### GIVEN RECORDS
%%

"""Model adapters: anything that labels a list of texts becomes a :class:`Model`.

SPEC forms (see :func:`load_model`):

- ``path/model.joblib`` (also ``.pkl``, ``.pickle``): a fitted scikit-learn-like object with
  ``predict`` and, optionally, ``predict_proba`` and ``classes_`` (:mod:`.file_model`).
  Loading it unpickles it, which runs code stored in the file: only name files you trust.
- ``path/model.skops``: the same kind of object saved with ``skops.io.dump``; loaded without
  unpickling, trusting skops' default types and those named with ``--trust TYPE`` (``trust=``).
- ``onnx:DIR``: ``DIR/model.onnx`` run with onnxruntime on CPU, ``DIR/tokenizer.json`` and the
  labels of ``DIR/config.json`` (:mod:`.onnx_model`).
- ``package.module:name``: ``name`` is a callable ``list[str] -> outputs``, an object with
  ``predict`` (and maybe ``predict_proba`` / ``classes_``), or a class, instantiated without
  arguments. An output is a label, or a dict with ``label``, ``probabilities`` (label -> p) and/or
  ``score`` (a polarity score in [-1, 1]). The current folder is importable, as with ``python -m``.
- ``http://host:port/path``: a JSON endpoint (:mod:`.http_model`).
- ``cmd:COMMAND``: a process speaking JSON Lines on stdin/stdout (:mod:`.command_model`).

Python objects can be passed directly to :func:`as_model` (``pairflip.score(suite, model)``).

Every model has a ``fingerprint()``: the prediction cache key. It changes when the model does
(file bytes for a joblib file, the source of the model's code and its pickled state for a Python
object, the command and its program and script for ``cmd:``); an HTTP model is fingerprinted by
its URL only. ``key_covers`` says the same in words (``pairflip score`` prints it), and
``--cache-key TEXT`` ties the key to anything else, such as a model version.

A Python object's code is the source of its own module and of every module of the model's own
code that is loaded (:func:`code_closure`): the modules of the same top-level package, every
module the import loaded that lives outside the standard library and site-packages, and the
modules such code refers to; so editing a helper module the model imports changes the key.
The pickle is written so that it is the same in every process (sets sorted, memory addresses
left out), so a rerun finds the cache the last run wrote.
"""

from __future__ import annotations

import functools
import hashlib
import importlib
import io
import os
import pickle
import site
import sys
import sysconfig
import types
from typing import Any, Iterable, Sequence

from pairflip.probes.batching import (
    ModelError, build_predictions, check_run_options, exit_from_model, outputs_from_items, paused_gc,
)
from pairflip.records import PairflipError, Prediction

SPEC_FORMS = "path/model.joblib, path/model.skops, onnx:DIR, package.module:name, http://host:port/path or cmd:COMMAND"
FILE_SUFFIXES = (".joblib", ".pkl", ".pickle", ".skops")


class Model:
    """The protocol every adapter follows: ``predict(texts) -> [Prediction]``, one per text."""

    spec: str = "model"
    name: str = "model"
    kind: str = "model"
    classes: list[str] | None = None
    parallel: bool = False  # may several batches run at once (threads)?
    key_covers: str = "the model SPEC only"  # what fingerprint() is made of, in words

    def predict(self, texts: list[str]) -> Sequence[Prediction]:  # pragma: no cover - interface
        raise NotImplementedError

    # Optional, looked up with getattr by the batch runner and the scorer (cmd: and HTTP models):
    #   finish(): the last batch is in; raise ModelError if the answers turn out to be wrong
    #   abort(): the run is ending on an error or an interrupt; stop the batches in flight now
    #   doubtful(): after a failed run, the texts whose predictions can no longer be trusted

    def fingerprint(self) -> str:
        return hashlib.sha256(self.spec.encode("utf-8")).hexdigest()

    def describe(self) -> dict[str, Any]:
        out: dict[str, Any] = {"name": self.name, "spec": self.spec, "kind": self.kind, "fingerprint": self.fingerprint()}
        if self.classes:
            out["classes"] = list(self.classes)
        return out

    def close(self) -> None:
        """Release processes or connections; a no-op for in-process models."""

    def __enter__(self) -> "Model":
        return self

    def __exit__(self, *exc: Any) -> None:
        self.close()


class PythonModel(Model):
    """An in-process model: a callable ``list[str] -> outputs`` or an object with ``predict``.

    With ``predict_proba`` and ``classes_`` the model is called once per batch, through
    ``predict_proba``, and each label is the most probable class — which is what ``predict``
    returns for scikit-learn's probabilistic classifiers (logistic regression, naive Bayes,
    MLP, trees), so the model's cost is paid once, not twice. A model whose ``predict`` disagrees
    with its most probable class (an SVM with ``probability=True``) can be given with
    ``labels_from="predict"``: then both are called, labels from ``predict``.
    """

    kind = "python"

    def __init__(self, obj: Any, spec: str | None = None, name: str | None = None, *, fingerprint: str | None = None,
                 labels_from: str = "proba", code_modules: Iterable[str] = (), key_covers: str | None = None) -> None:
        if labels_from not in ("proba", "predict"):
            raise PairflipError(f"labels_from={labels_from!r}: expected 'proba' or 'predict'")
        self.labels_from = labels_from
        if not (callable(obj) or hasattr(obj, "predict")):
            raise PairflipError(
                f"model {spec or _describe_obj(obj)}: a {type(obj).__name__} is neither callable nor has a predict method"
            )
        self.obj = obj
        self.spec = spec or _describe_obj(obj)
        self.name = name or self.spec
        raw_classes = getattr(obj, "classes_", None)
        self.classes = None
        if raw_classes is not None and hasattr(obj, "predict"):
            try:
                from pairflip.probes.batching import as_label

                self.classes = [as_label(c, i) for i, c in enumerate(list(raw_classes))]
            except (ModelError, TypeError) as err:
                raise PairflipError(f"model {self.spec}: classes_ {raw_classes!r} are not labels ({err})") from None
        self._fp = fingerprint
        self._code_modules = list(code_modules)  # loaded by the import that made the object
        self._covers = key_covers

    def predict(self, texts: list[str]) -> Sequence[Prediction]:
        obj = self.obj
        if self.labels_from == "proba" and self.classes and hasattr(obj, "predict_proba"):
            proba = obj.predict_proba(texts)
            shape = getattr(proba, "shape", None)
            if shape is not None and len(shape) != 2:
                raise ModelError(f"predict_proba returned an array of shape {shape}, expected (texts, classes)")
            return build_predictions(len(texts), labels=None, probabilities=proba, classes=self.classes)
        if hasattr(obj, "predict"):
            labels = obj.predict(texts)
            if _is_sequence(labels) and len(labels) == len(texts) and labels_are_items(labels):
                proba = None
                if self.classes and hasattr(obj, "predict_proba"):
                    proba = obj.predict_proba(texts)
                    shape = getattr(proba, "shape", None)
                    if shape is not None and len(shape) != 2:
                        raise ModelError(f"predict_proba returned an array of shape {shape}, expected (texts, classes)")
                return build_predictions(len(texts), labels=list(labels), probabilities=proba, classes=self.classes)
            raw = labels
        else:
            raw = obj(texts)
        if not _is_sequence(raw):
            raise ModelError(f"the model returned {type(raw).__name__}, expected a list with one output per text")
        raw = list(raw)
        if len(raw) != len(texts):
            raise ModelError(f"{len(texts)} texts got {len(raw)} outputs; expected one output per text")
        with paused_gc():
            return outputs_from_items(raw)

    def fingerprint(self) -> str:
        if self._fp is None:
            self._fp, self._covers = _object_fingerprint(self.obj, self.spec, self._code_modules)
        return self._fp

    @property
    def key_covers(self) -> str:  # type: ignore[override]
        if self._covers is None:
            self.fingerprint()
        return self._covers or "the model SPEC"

%%
%%

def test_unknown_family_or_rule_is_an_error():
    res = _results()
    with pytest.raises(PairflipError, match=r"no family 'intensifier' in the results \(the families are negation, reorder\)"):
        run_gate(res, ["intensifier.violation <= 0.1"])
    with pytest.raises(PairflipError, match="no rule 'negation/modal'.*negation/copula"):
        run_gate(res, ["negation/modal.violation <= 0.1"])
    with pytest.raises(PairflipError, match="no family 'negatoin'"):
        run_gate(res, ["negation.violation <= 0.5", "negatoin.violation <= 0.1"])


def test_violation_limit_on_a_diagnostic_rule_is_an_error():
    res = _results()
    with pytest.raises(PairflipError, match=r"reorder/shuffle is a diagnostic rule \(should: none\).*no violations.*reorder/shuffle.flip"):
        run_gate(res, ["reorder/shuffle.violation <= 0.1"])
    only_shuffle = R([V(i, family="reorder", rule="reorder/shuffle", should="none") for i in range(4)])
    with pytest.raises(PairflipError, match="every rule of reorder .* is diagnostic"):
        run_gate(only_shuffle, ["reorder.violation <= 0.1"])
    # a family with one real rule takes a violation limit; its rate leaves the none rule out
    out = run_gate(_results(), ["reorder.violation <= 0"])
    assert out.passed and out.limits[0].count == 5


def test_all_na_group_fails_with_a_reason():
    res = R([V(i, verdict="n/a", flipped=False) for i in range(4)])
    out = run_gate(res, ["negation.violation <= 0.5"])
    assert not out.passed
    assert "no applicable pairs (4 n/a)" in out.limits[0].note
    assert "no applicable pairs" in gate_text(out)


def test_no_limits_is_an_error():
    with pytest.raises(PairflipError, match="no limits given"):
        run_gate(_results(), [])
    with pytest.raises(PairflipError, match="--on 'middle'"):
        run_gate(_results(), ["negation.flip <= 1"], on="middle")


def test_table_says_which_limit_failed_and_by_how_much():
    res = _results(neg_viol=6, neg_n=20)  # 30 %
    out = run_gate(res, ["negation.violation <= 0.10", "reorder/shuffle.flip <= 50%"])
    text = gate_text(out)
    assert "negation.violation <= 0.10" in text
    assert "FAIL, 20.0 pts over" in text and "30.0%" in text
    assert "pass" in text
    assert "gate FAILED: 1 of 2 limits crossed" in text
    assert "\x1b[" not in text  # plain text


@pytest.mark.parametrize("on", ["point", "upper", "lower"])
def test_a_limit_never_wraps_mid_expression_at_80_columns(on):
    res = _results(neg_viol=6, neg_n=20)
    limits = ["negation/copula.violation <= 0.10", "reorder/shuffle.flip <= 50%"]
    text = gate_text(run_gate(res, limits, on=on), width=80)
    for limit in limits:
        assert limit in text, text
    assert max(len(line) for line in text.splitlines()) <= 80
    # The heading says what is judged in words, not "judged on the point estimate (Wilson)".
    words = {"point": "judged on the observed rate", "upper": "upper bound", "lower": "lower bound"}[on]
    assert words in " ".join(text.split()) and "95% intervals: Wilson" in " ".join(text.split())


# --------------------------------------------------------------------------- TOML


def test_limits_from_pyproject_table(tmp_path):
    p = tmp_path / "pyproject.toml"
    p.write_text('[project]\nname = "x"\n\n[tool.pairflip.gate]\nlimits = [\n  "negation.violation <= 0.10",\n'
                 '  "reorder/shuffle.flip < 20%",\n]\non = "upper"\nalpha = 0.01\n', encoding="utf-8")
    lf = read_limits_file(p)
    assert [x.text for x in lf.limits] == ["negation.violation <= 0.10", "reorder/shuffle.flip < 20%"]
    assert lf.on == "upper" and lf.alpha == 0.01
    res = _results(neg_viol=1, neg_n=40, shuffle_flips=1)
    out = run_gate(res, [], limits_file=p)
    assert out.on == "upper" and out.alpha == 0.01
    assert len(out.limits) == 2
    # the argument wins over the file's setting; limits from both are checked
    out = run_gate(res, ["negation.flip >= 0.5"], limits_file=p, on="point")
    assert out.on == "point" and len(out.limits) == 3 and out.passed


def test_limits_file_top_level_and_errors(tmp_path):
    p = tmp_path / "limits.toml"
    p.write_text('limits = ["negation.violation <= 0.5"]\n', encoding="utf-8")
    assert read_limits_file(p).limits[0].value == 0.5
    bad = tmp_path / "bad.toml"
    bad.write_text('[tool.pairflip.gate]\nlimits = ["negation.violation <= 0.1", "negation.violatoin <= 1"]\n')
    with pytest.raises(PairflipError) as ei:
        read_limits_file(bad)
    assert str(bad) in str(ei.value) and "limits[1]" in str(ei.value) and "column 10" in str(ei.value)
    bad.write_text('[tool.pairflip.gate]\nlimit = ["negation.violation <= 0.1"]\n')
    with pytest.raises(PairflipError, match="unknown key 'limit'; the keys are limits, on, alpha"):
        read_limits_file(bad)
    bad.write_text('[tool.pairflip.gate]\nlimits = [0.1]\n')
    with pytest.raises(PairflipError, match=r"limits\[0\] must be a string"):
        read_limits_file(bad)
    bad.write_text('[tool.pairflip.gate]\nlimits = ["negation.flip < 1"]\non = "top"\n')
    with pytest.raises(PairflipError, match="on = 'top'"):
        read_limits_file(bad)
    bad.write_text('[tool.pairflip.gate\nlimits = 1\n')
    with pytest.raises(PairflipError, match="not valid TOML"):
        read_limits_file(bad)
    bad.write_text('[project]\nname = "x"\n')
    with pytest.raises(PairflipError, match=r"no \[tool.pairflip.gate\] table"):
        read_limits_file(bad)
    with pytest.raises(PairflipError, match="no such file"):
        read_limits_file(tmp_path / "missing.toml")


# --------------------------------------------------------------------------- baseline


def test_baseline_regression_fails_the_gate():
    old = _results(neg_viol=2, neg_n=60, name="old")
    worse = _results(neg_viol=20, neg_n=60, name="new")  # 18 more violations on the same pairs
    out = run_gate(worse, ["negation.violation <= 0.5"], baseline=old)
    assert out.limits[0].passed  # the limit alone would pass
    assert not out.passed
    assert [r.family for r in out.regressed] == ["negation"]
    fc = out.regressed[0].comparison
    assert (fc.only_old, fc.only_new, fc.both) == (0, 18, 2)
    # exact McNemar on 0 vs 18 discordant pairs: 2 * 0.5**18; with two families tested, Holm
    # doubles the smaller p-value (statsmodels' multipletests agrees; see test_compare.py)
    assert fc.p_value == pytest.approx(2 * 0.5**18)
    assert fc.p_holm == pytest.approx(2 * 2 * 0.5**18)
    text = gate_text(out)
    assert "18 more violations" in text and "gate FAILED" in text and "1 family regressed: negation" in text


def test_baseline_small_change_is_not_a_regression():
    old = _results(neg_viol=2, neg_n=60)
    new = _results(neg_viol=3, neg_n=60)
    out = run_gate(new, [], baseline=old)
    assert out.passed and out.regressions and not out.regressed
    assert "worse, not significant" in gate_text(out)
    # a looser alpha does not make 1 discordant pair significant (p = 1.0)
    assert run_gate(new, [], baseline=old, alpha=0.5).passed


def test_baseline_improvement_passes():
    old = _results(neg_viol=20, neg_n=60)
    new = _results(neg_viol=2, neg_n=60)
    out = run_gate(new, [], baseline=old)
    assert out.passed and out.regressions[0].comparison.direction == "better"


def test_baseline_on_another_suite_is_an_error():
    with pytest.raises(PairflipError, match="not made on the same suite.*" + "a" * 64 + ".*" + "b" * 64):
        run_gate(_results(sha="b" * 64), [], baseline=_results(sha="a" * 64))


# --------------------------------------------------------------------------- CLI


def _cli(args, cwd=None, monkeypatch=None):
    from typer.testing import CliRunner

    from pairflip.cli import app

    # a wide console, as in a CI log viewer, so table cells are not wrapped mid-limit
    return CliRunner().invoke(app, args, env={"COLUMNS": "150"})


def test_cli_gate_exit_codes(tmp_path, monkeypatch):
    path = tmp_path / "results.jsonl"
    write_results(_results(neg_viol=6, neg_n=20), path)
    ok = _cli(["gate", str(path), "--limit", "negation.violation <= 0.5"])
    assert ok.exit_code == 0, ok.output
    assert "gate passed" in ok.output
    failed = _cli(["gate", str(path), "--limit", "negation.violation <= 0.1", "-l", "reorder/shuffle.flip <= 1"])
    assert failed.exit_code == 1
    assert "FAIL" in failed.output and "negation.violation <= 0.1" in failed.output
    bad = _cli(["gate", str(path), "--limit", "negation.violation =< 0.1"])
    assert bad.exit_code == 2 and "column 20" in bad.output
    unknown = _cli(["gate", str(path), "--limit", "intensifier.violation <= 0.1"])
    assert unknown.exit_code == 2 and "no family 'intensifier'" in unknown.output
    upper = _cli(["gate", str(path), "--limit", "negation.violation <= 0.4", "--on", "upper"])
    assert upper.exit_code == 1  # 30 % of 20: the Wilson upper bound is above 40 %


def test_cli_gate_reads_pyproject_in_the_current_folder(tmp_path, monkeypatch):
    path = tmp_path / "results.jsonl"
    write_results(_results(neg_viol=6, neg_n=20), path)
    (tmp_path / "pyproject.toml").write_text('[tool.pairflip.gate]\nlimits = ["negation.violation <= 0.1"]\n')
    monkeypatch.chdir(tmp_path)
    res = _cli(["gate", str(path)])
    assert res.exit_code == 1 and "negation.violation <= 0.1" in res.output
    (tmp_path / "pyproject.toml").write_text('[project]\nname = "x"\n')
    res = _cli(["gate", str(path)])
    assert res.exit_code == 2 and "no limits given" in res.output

%%
%%

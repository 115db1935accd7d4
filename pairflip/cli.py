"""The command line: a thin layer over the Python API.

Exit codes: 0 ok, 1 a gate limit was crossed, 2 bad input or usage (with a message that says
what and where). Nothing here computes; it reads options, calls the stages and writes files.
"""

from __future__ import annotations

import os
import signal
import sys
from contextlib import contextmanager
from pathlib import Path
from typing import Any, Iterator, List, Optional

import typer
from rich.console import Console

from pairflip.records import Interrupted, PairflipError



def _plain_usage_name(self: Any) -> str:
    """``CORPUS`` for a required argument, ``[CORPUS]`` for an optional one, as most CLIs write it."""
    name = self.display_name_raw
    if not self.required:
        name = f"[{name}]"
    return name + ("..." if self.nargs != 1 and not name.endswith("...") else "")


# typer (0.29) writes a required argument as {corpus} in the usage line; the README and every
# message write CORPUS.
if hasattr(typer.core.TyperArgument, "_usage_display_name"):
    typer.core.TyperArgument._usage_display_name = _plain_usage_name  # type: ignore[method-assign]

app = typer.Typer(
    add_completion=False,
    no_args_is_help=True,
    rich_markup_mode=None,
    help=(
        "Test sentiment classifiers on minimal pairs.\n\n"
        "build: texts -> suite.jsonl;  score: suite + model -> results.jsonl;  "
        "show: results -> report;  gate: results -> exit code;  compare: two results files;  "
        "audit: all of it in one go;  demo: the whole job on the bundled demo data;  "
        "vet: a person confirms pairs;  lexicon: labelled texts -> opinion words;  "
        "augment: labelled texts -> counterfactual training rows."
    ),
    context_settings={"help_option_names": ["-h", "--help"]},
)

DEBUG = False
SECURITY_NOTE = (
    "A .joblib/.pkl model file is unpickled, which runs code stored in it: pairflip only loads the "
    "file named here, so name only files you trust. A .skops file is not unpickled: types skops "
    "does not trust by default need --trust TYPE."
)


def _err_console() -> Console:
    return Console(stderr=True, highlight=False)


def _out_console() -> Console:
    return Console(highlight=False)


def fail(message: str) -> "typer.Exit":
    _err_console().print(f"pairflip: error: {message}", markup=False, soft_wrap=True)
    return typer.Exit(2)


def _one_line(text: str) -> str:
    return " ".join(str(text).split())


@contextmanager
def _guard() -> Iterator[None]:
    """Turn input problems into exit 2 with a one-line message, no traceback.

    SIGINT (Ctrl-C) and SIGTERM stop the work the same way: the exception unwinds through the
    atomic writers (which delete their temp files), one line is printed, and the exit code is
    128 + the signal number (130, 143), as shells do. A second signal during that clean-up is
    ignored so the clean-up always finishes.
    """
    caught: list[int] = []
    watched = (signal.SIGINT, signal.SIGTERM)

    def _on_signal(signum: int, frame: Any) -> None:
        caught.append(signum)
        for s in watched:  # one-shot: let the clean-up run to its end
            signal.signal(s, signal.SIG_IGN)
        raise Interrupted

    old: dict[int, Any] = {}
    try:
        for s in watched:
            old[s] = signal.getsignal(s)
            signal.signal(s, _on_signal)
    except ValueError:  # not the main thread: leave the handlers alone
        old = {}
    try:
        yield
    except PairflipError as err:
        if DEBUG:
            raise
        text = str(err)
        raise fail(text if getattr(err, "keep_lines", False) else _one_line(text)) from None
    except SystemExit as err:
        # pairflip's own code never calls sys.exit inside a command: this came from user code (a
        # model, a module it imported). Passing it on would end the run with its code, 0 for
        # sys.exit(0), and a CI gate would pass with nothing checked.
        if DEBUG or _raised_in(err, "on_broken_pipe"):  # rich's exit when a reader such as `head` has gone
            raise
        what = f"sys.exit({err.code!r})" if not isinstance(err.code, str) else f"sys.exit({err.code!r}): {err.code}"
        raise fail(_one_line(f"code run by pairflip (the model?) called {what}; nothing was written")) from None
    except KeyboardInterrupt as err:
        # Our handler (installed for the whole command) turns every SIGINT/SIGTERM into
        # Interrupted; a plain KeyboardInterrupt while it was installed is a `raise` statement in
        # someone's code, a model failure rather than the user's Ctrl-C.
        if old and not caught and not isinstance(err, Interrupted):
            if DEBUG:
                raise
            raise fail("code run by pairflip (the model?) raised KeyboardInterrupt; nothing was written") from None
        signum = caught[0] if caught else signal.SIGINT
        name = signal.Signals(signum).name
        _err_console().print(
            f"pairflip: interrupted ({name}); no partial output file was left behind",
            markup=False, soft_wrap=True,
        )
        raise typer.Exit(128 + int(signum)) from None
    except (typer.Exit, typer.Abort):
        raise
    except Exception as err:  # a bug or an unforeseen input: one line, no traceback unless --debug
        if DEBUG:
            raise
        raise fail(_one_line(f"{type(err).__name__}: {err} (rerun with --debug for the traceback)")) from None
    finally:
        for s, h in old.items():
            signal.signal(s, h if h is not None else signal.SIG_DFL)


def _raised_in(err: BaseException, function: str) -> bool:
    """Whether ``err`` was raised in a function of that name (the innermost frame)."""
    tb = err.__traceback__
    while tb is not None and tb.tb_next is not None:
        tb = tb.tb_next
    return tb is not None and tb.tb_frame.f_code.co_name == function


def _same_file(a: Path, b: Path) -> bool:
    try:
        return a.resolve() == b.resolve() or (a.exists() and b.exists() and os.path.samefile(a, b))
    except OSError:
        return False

%%

### EXERCISE PROMPT
Reproduce exactly, and only, the part of the listing above that begins at the line with "adapters: anything that" and goes on through the line with "class, instantiated without".

### SOLVED PROBLEM
"""Model adapters: anything that labels a list of texts becomes a :class:`Model`.

SPEC forms (see :func:`load_model`):

- ``path/model.joblib`` (also ``.pkl``, ``.pickle``): a fitted scikit-learn-like object with
  ``predict`` and, optionally, ``predict_proba`` and ``classes_`` (:mod:`.file_model`).
  Loading it unpickles it, which runs code stored in the file: only name files you trust.
- ``path/model.skops``: the same kind of object saved with ``skops.io.dump``; loaded without
  unpickling, trusting skops' default types and those named with ``--trust TYPE`` (``trust=``).
- ``onnx:DIR``: ``DIR/model.onnx`` run with onnxruntime on CPU, ``DIR/tokenizer.json`` and the
  labels of ``DIR/config.json`` (:mod:`.onnx_model`).
- ``package.module:name``: ``name`` is a callable ``list[str] -> outputs``, an object with
  ``predict`` (and maybe ``predict_proba`` / ``classes_``), or a class, instantiated without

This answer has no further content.